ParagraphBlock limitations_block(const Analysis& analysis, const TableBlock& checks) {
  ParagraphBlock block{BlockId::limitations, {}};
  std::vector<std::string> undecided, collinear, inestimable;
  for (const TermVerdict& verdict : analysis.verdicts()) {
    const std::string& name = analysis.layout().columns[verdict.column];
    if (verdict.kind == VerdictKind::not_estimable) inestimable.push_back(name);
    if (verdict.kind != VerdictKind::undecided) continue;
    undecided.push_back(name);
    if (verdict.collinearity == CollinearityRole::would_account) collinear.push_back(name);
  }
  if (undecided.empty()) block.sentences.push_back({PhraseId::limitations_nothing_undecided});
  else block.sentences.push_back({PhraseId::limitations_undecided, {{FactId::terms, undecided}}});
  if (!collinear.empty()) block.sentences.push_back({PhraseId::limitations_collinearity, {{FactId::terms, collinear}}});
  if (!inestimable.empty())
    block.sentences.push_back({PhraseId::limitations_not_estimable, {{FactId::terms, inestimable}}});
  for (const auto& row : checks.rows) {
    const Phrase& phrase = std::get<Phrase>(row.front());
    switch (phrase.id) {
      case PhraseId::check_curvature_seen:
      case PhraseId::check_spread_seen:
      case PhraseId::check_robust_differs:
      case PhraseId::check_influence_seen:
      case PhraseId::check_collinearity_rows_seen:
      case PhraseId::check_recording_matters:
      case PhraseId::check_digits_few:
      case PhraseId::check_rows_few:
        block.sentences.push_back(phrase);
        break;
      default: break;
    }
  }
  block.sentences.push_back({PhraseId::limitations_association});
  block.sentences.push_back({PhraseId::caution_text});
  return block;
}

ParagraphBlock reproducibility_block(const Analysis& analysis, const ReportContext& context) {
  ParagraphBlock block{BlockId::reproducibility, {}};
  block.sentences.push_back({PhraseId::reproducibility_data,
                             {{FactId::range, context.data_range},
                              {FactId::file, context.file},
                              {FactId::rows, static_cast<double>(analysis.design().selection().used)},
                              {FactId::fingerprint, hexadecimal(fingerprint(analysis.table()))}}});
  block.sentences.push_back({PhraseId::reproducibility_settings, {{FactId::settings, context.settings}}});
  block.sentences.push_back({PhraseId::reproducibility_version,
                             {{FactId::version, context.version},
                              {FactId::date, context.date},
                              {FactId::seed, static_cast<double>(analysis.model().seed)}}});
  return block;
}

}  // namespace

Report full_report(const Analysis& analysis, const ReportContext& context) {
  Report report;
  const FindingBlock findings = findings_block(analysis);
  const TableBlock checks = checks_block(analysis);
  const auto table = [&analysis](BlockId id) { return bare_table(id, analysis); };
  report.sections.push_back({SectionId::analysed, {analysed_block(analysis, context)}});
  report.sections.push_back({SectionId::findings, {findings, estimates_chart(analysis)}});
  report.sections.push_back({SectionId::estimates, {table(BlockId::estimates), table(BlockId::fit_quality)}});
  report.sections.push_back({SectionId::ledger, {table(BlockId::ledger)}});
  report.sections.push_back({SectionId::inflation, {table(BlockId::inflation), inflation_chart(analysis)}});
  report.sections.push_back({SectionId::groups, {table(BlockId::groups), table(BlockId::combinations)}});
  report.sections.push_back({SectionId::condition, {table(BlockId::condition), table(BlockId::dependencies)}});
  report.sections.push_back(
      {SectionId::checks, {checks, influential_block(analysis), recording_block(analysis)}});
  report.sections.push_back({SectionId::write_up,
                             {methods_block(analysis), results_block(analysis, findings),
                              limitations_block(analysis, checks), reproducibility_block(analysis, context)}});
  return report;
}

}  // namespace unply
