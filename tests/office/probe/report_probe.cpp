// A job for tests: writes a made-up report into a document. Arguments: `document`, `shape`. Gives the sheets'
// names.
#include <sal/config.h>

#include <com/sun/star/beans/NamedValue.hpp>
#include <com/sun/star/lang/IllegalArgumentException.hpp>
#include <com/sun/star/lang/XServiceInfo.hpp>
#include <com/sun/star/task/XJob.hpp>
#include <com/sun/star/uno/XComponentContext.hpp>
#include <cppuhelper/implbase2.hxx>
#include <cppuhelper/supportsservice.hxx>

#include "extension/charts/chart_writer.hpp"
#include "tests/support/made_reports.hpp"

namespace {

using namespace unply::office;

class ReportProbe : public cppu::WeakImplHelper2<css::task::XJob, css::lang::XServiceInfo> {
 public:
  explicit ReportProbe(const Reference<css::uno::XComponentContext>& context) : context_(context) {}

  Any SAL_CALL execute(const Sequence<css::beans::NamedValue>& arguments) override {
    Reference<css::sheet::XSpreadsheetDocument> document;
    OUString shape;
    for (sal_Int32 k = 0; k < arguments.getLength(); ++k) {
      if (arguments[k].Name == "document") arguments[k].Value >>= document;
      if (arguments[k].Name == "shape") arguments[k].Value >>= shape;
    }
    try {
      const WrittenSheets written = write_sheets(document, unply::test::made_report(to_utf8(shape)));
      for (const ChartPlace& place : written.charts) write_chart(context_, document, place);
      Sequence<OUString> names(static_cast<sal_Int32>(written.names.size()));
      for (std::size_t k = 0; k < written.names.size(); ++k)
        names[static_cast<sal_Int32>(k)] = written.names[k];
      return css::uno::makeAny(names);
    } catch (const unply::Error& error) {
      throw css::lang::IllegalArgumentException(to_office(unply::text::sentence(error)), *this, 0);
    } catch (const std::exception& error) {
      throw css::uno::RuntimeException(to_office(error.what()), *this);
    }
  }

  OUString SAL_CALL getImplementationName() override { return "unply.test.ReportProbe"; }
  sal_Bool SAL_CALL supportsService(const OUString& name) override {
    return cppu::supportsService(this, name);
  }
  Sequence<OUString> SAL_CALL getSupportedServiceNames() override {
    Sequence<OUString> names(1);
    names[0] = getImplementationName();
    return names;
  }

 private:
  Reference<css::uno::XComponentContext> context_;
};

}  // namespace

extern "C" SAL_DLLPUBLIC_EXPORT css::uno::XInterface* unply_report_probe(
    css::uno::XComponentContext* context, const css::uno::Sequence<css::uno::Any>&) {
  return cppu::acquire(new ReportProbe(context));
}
....
## EXERCISE
What you return should be exactly the lines above, starting at the one with "#include <com/sun/star/lang/XServiceInfo.hpp>" and ending at the one with "context) : context_(context)", and nothing else.

## YOUR RESPONSE
#include <com/sun/star/lang/XServiceInfo.hpp>
#include <com/sun/star/task/XJob.hpp>
#include <com/sun/star/uno/XComponentContext.hpp>
#include <cppuhelper/implbase2.hxx>
#include <cppuhelper/supportsservice.hxx>

#include "extension/charts/chart_writer.hpp"
#include "tests/support/made_reports.hpp"

namespace {

using namespace unply::office;

class ReportProbe : public cppu::WeakImplHelper2<css::task::XJob, css::lang::XServiceInfo> {
 public:
  explicit ReportProbe(const Reference<css::uno::XComponentContext>& context) : context_(context) {}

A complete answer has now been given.